Shifting Liability and the Role of Bias Testing
The sharpest edge of SB 5 is its amendment to Connecticut’s anti-discrimination statute: as of October 1, 2026, employers cannot use the fact that an automated system made a recommendation as a defence against a discrimination claim. If a third-party AI tool contributed to a discriminatory outcome, the employer remains liable.
The law does offer a practical mitigation route. Courts and agencies may consider evidence of bias testing when assessing an employer’s conduct, including the quality, recency and scope of testing, the results obtained, and what the employer did in response. That language stops well short of a safe harbour, but it makes pre-deployment and ongoing AI bias testing a near-essential risk management step for any employer using these tools in Connecticut. The approach echoes aspects of California’s Fair Employment and Housing rules, which have similarly pushed employers toward proactive AI auditing.
The statute also draws a clear line between developers and deployers. From October 1, 2026, developers must provide employers with enough information to meet their compliance obligations, where the technology is marketed or intended to materially influence employment decisions. Developers can contractually assume certain notice obligations, but primary accountability stays with the employer deploying the system. This mirrors the compliance architecture emerging in other AI liability frameworks, where the organisation closest to the affected individual bears the greater burden. The deployment of AI agents in regulated decisions is drawing similar scrutiny in financial services.
Transparency and Disclosure Mandates
By October 1, 2027, employers using AEDT that interacts directly with applicants or employees must provide written notice explaining the technology’s role. The notice requirement is general for routine use, but the obligations become more specific when a system contributes to an adverse decision.
When an employer uses AEDT to reach a negative employment outcome, the affected individual must receive a “high-level statement” setting out the principal reasons for that decision. That statement must address the degree to which the AI output contributed to the outcome, the type of data the system processed, and the source of that data. The intent is to give individuals enough information to understand, and potentially challenge, how AI shaped a consequential decision about their employment.
A trade secret safe harbour is built into the framework, allowing developers and deployers to withhold genuinely proprietary information, provided they notify the recipient that information is being withheld and on what basis. That carve-out will likely become a point of contention as workers and advocates test its limits in practice.
Pilot Program for Independent Verification and Enforcement
SB 5 creates a pilot programme for independent verification organisations, launching July 1, 2027. These third-party bodies, approved by the Connecticut Department of Consumer Protection, will assess whether AI systems meet defined risk mitigation and safety standards. Verification by one of these organisations can be offered as evidence in civil proceedings, but it does not create a safe harbour or presumption of compliance in enforcement actions. The programme sunsets in 2030 and is explicitly framed as a testbed for future AI auditing and certification regimes.

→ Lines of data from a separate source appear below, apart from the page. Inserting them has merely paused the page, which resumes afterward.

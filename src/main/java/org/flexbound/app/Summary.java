package org.flexbound.app;

import java.io.PrintWriter;
import java.nio.file.Path;
import java.util.LinkedHashSet;
import java.util.List;
import java.util.Locale;
import java.util.OptionalDouble;
import java.util.Set;
import org.flexbound.reduce.RunVerdict;
import org.flexbound.report.Rounded;
import org.flexbound.report.UnitSystem;
import org.flexbound.report.results.Coefficient;
import org.flexbound.report.results.Comparison;
import org.flexbound.report.results.ConfigurationFit;
import org.flexbound.report.results.Finding;
import org.flexbound.report.results.Group;
import org.flexbound.report.results.Parameter;
import org.flexbound.report.results.Reciprocity;
import org.flexbound.report.results.Results;
import org.flexbound.report.results.Run;
import org.flexbound.report.results.Update;

/** Prints results as compact, aligned tables. */
final class Summary {
  /** More rows than this scroll the answer off the screen; the report has them all. */
  private static final int MOST_ROWS = 40;

  private static final double FAR = 1.96;

  private final Terminal terminal;
  private final PrintWriter out;
  private final Results results;
  private final UnitSystem units;
  private final boolean several;

  Summary(Terminal terminal, Results results, UnitSystem units) {
    this.terminal = terminal;
    this.out = terminal.out();
    this.results = results;
    this.units = units;
    this.several = results.configurations().size() > 1;
  }

  void print() {
    out.println(terminal.bold(PlainText.of(results.title())));
    if (results.plan().isPresent()) {
      new PlanSummary(terminal, results, results.plan().get(), units).print();
      findings();
      return;
    }
    runs();
    coefficients();
    reciprocity();
    comparison();
    parameters();
    new RecheckSummary(terminal, results, units).print();
    new LimitSummary(terminal, results).print();
    findings();
  }

  /** Says what was written, and where. */
  void written(List<Path> files) {
    heading("Written");
    files.forEach(file -> out.println("  " + PlainText.of(file.toString())));
  }

  private void heading(String text) {
    out.println();
    out.println(terminal.bold(text));
  }

  private String name(String configuration, String name) {
    return several ? configuration + ": " + name : name;
  }

  private void runs() {
    heading("Runs");
    TextTable table = new TextTable().text("run").text("loads").text("verdict").number("steps");
    Set<String> given = new LinkedHashSet<>();
    for (Run run : results.runs()) {
      given.add(run.verdict());
      table.row(
          name(run.configuration(), run.name()),
          String.join(", ", run.loads()),
          run.verdict() + (run.used() ? "" : ", not used"),
          String.valueOf(run.steps()));
    }
    table.print(out);
    for (Run run : results.runs()) {
      if (!run.reasons().isEmpty()) {
        String words = "  " + PlainText.of(name(run.configuration(), run.name())) + ": " + run.verdict() + ", because";
        out.println(run.verdict().equals("repeat") ? terminal.bad(words) : terminal.warn(words));
        run.reasons().forEach(reason -> out.println("    " + PlainText.of(reason)));
      }
    }
    for (RunVerdict verdict : RunVerdict.values()) {
      String word = verdict.name().toLowerCase(Locale.ROOT);
      if (verdict != RunVerdict.ACCEPT && given.contains(word)) {
        out.println("  rule for " + word + ": " + verdict.rule());
      }
    }
  }

  private void coefficients() {
    heading("Flexibility coefficients (value ± standard uncertainty)");
    TextTable table =
        new TextTable().text("gauge").text("load").number("value").text("±").text("unit").number("ν");
    int rows = 0;
    for (Coefficient c : results.coefficients()) {
      if (rows++ == MOST_ROWS) {
        break;
      }
      double value = units.shown(c.value(), c.unit());
      double u = units.shown(c.standardUncertainty(), c.unit());
      table.row(
          name(c.configuration(), c.gauge()),
          c.load(),
          Rounded.value(value, u),
          Rounded.uncertainty(u),
          units.symbol(c.unit()),
          freedom(c.degreesOfFreedom()));
    }
    table.print(out);
    more(results.coefficients().size());
  }

  /** Degrees of freedom; from a thousand on they make no difference. */
  private static String freedom(OptionalDouble degrees) {
    return degrees.isPresent() && degrees.getAsDouble() < 1000 ? Rounded.significant(degrees.getAsDouble(), 2) : "∞";
  }

  private void more(int all) {
    if (all > MOST_ROWS) {
      out.println("  … and " + (all - MOST_ROWS) + " more in the report");
    }
  }

  private static String optional(OptionalDouble value, int digits, String missing) {
    return value.isPresent() ? Rounded.significant(value.getAsDouble(), digits) : missing;
  }

  private void reciprocity() {
    if (results.reciprocity().isEmpty()) {
      return;
    }
    heading("Reciprocity");
    TextTable table =
        new TextTable().text("first").text("second").number("difference").text("±").text("unit")
            .number("z").text("");
    for (Reciprocity p : results.reciprocity()) {
      double d = units.shown(p.difference(), p.unit());
      double u = units.shown(p.standardUncertainty(), p.unit());
      table.row(
          name(p.configuration(), p.first()),
          p.second(),
          Rounded.value(d, u),
          Rounded.uncertainty(u),
          units.symbol(p.unit()),
          p.z().isPresent() ? Rounded.fixed(p.z().getAsDouble(), 1) : "–",
          Math.abs(p.z().orElse(0)) > FAR ? "!" : "");
    }
    table.print(out);
  }

  private void comparison() {
    if (results.comparison().isEmpty()) {
      return;
    }
    boolean updated = results.update().isPresent();
    heading("Measured over computed");
    TextTable table = new TextTable().text("gauge").text("load").number("nominal").number("z");
    if (updated) {
      table.number("updated").number("z");
    }
    int rows = 0;
    for (Comparison c : results.comparison()) {
      if (rows++ == MOST_ROWS) {
        break;
      }
      String gauge = name(c.configuration(), c.gauge());
      String load = c.load() + (c.heldOut() ? " (held out)" : "");
      if (updated) {
        table.row(
            gauge, load, ratio(c.ratio()), Rounded.fixed(c.z(), 1), ratio(c.updatedRatio()),
            c.updatedZ().isPresent() ? Rounded.fixed(c.updatedZ().getAsDouble(), 1) : "–");
      } else {
        table.row(gauge, load, ratio(c.ratio()), Rounded.fixed(c.z(), 1));
      }
    }
    table.print(out);
    more(results.comparison().size());
  }

  private static String ratio(OptionalDouble ratio) {
    return ratio.isPresent() ? Rounded.fixed(ratio.getAsDouble(), 3) : "–";
  }

  private void parameters() {
    if (results.update().isEmpty()) {
      return;
    }
    Update update = results.update().get();
    heading("Parameters");
    TextTable table =
        new TextTable().text("parameter").number("nominal").number("updated").text("unit")
            .number("factor").text("95 % interval").text("status");
    for (Parameter p : results.parameters()) {
      boolean factor = p.unit().equals("1");
      table.row(
          p.name(),
          Stiffnesses.text(p, p.nominal(), units),
          Stiffnesses.text(p, p.updated(), units),
          factor ? "× nominal" : units.symbol(p.unit()),
          optional(p.factor(), 3, "–"),
          Stiffnesses.interval(p, units),
          p.status() + (p.onBound() ? ", on its bound" : ""));
    }
    table.print(out);
    String words =
        "  "
            + update.verdict()
            + ": misfit "
            + Rounded.significant(update.nominal().value(), 3)
            + " before, "
            + Rounded.significant(update.shown().value(), 3)
            + " after; up to "
            + Rounded.significant(update.shown().limit(), 3)
            + " is explained by the uncertainty of the test";
    out.println(
        update.verdict().startsWith("misfits") || update.verdict().startsWith("not")
            ? terminal.bad(words)
            : update.shown().agrees() ? terminal.good(words) : terminal.warn(words));
    for (Group group : update.groups()) {
      out.println("  only together: " + PlainText.of(group.inWords()));
    }
    if (update.configurations().size() > 1) {
      for (ConfigurationFit fit : update.configurations()) {
        String how =
            "  configuration "
                + PlainText.of(fit.configuration())
                + (fit.agrees() ? " agrees" : " disagrees")
                + misfit(fit.misfit(), fit.limit());
        out.println(fit.agrees() ? how : terminal.bad(how));
      }
    }
    if (update.starts().size() > 1) {
      String how = "  " + update.starts().size() + " starts ";
      out.println(
          update.startsAgree() ? how + "agree" : terminal.warn(how + "came to different points"));
    }
    update
        .validation()
        .ifPresent(
            v ->
                out.println(
                    v.passed()
                        ? terminal.good(
                            "  validated: held-out load cases are predicted within their uncertainty"
                                + misfit(v.statistic(), v.limit().orElse(0)))
                        : terminal.bad(
                            "  not validated: held-out load cases are predicted worse than their"
                                + " uncertainty allows"
                                + misfit(v.statistic(), v.limit().orElse(0)))));
  }

  private static String misfit(double value, double limit) {
    return " (misfit "
        + Rounded.significant(value, 3)
        + ", limit "
        + Rounded.significant(limit, 3)
        + ")";
  }

  private void findings() {
    if (results.findings().isEmpty()) {
      return;
    }
    heading("Findings");
    for (Finding f : results.findings()) {
      String severity =
          switch (f.severity()) {
            case "error" -> terminal.bad("error  ");
            case "warning" -> terminal.warn("warning");
            default -> "note   ";
          };
      out.println(
          "  "
              + severity
              + (f.where().isEmpty() ? "" : "  " + PlainText.of(f.where()))
              + "  ["
              + f.code()
              + "]");
      out.println("           " + PlainText.of(f.message()));
      out.println("           " + PlainText.of(f.remedy()));
    }
  }
}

Enforcement of the employment provisions sits exclusively with the Connecticut Attorney General, acting under the Connecticut Unfair Trade Practices Act. There is no private right of action for individuals under these sections. For violations occurring on or before December 31, 2027, employers may be offered a 60-day cure period to address compliance failures, a grace period that reflects the novelty of the obligations rather than any softening of the underlying liability standard.
The legislation also adds an AI disclosure requirement to federal WARN notices, effective October 1, 2026. Employers must state in those notices whether layoffs are connected to the use of AI or other technological changes, extending the Act’s transparency logic beyond hiring and into workforce reduction decisions. Connecticut’s approach to AI in employment sits within a broader national debate over algorithmic accountability; the growing political pressure for AI oversight legislation suggests more states may follow.
Preparing for Compliance
With the first compliance deadline less than six months away, employers operating in Connecticut face a real time pressure on preparation. The immediate priority is an inventory of every automated tool used in employment decisions, mapped against the AEDT definition to identify which systems fall within scope. Vendor contracts should be reviewed now to confirm that developers can supply the information employers will need to meet their obligations.
From there, organisations need a phased plan covering anti-bias testing protocols, internal documentation procedures, and the notice and disclosure workflows required by the October 2027 deadline. Cross-functional coordination between HR, legal and IT will determine how smoothly that preparation goes. The cure period available through December 2027 provides some room for course correction, but it is not a substitute for early action, particularly given that the Attorney General’s enforcement mandate under CUTPA carries real reputational and financial risk for non-compliant employers. For more coverage of AI policy and regulation, visit our AI Policy & Regulation section.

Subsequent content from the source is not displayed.